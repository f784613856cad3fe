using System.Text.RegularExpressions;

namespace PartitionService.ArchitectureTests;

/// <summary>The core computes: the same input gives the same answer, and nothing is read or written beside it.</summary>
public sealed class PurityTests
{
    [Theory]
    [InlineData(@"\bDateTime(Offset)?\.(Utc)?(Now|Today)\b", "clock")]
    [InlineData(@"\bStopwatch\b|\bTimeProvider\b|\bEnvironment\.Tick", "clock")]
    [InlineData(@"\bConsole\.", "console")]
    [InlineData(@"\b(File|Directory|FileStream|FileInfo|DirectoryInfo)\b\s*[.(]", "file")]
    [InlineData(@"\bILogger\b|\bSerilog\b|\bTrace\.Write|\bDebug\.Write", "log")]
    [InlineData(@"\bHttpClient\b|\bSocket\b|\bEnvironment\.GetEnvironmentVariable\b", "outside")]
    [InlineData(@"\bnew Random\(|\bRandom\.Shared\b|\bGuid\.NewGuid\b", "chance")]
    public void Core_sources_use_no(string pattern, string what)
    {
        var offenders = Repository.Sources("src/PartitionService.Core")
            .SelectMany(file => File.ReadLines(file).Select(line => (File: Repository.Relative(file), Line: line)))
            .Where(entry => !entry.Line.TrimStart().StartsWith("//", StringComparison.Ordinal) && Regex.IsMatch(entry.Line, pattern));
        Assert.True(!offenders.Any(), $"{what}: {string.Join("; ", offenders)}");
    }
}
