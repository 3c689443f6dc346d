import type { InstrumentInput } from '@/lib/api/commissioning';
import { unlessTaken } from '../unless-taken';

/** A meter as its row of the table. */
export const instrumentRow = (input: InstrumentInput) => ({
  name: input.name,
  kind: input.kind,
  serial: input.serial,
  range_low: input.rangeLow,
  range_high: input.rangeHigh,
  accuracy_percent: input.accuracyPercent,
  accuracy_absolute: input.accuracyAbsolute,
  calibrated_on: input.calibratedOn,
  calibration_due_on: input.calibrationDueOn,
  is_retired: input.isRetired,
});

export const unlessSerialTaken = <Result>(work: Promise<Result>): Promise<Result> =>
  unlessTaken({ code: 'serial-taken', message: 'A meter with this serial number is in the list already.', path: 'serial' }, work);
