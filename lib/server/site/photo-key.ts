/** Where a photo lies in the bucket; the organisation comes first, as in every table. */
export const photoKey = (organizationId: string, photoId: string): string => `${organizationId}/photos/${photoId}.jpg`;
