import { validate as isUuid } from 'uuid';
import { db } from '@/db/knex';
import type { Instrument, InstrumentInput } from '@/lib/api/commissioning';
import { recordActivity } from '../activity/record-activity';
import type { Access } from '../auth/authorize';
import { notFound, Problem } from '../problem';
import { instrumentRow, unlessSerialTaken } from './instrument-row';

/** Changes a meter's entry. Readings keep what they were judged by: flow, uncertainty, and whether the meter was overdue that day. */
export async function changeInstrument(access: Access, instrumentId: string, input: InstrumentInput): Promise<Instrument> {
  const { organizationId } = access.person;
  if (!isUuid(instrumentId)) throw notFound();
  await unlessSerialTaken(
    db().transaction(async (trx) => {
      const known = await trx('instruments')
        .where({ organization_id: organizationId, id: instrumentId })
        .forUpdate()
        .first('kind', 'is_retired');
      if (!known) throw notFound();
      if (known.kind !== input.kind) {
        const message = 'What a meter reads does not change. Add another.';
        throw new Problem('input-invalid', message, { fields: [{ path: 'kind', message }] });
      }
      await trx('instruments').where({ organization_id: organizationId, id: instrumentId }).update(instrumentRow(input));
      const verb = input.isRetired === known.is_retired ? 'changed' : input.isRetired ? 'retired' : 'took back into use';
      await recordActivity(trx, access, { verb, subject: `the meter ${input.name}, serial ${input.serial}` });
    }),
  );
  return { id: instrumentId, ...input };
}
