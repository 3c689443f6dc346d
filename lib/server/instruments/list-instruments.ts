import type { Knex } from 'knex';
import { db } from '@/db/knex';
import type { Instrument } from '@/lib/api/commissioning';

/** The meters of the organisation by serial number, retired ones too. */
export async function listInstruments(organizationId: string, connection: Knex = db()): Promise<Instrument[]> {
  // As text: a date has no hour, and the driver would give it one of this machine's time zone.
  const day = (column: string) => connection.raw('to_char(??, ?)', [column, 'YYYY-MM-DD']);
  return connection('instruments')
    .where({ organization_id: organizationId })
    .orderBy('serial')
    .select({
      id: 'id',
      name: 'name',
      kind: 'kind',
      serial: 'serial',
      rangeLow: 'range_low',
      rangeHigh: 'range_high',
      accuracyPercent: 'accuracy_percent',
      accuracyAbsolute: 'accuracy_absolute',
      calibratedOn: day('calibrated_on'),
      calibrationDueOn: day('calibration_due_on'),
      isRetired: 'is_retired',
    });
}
★ ★ ★ ★ ★
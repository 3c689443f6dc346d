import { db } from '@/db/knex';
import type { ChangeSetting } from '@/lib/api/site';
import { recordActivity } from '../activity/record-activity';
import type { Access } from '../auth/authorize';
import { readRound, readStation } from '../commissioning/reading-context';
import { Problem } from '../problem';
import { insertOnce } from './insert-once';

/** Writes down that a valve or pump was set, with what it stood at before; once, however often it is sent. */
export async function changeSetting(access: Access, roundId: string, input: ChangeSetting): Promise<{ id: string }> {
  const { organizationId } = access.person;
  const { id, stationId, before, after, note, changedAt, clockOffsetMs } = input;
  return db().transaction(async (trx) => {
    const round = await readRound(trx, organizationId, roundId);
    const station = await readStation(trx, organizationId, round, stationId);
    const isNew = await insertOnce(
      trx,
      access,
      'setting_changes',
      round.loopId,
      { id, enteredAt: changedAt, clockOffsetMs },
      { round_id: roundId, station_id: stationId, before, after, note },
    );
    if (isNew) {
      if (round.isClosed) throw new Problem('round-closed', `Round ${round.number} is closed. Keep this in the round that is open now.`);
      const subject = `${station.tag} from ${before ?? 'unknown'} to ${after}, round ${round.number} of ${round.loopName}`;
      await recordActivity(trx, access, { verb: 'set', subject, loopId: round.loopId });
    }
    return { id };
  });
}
★ ★ ★ ★ ★
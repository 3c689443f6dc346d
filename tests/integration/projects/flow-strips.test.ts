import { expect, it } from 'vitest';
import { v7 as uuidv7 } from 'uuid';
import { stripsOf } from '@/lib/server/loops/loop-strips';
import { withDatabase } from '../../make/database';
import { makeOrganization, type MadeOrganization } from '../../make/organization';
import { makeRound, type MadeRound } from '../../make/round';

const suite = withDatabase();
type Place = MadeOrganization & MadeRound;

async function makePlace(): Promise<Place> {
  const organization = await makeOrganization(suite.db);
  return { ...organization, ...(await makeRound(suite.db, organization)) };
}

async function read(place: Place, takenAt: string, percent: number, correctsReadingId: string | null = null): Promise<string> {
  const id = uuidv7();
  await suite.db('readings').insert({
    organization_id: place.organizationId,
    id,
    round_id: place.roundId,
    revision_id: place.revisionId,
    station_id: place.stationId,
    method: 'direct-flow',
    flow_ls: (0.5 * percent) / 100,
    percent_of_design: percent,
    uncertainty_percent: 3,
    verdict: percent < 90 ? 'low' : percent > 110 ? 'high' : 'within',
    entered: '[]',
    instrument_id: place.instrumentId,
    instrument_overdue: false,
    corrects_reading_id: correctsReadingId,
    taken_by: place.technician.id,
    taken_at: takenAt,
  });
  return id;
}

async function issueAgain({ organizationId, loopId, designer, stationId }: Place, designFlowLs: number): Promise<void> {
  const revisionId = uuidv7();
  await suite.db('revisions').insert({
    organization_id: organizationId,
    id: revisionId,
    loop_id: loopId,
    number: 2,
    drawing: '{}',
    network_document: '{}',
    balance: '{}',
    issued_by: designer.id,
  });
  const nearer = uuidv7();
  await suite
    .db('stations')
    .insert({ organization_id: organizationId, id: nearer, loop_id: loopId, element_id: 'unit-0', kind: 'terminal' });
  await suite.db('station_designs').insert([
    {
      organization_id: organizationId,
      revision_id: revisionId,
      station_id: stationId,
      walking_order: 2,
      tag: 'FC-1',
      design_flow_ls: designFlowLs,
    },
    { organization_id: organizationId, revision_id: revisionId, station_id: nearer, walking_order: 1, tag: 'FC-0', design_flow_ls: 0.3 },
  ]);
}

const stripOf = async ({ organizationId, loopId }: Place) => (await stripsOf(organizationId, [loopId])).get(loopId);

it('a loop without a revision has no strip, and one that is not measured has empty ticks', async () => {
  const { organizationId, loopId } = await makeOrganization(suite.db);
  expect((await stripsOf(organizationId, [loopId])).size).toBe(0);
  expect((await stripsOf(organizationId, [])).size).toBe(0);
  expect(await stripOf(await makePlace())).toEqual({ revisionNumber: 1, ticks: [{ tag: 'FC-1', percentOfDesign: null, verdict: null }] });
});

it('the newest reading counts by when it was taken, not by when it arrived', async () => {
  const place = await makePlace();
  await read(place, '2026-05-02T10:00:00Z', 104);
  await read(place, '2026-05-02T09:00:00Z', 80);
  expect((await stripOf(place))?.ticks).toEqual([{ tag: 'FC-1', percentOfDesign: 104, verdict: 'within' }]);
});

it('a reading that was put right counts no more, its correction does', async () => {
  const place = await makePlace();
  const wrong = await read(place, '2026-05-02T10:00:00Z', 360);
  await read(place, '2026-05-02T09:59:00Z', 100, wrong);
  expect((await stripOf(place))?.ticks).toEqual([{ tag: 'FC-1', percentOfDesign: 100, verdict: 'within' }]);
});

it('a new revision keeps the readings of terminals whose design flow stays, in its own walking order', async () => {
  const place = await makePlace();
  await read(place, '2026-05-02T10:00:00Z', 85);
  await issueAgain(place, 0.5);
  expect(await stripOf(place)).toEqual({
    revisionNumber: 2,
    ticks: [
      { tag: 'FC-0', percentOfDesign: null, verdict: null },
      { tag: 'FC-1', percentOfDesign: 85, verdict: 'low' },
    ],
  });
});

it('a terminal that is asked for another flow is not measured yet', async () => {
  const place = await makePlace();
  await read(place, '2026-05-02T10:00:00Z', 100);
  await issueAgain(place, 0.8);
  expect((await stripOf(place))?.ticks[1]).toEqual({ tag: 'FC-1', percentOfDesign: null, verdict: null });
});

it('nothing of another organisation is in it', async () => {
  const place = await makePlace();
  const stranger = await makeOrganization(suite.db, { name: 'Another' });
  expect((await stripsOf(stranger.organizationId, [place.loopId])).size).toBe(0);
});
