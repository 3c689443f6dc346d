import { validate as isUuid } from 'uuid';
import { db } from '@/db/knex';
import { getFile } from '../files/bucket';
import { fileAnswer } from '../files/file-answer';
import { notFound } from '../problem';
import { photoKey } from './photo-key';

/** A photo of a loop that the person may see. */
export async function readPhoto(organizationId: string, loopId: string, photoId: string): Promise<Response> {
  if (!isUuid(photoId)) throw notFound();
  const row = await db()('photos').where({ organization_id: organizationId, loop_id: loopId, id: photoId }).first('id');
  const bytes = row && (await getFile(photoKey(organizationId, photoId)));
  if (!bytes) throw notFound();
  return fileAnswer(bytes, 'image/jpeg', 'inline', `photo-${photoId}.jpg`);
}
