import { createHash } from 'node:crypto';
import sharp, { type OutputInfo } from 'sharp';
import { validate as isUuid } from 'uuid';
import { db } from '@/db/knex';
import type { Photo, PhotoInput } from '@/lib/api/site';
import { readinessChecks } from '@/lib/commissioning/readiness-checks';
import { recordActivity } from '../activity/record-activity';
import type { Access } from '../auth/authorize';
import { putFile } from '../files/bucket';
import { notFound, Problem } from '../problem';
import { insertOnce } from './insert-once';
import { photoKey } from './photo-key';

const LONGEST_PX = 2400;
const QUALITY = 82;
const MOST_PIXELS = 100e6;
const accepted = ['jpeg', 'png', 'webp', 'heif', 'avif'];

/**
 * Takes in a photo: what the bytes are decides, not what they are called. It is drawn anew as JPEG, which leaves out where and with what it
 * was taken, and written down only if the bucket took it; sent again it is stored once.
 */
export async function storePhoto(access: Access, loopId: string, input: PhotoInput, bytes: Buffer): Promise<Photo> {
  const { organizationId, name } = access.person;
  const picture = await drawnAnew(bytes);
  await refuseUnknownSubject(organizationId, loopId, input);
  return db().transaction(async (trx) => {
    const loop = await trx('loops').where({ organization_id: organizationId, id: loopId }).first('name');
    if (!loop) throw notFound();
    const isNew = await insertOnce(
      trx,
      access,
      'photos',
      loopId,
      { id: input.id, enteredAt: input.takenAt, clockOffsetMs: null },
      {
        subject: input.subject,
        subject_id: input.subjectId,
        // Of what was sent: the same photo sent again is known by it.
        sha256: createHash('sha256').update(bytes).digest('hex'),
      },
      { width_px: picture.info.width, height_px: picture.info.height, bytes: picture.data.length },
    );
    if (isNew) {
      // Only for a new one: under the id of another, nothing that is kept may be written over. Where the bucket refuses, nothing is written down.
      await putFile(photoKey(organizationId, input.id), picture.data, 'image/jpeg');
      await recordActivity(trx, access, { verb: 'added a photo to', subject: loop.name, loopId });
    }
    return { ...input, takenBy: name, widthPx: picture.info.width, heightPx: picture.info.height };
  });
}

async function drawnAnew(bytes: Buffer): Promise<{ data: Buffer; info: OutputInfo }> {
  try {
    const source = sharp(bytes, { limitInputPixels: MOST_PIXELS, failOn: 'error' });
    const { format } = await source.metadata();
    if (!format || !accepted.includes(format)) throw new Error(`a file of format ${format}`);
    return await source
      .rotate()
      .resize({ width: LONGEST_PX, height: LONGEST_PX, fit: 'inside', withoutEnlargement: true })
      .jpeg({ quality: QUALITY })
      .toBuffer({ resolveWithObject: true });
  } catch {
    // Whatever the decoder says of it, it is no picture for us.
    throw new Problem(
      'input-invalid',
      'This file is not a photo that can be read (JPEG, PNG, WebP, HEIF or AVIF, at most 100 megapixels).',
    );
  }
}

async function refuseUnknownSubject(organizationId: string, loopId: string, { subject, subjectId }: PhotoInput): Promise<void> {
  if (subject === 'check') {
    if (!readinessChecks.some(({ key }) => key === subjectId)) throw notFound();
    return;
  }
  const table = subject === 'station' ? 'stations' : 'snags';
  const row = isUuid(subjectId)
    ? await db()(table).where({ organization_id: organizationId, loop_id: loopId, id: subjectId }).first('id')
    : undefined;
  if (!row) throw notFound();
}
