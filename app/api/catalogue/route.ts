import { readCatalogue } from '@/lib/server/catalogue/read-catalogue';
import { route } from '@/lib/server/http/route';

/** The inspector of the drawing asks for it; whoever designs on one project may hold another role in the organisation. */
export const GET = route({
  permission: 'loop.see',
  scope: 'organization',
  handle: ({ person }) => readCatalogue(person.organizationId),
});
★ ★ ★ ★ ★
- **WHAT NEEDS TO BE DONE**
Scanning the data above, copy out every line where "format" is found.

- **ANSWER AREA**
    const { format } = await source.metadata();
    if (!format || !accepted.includes(format)) throw new Error(`a file of format ${format}`);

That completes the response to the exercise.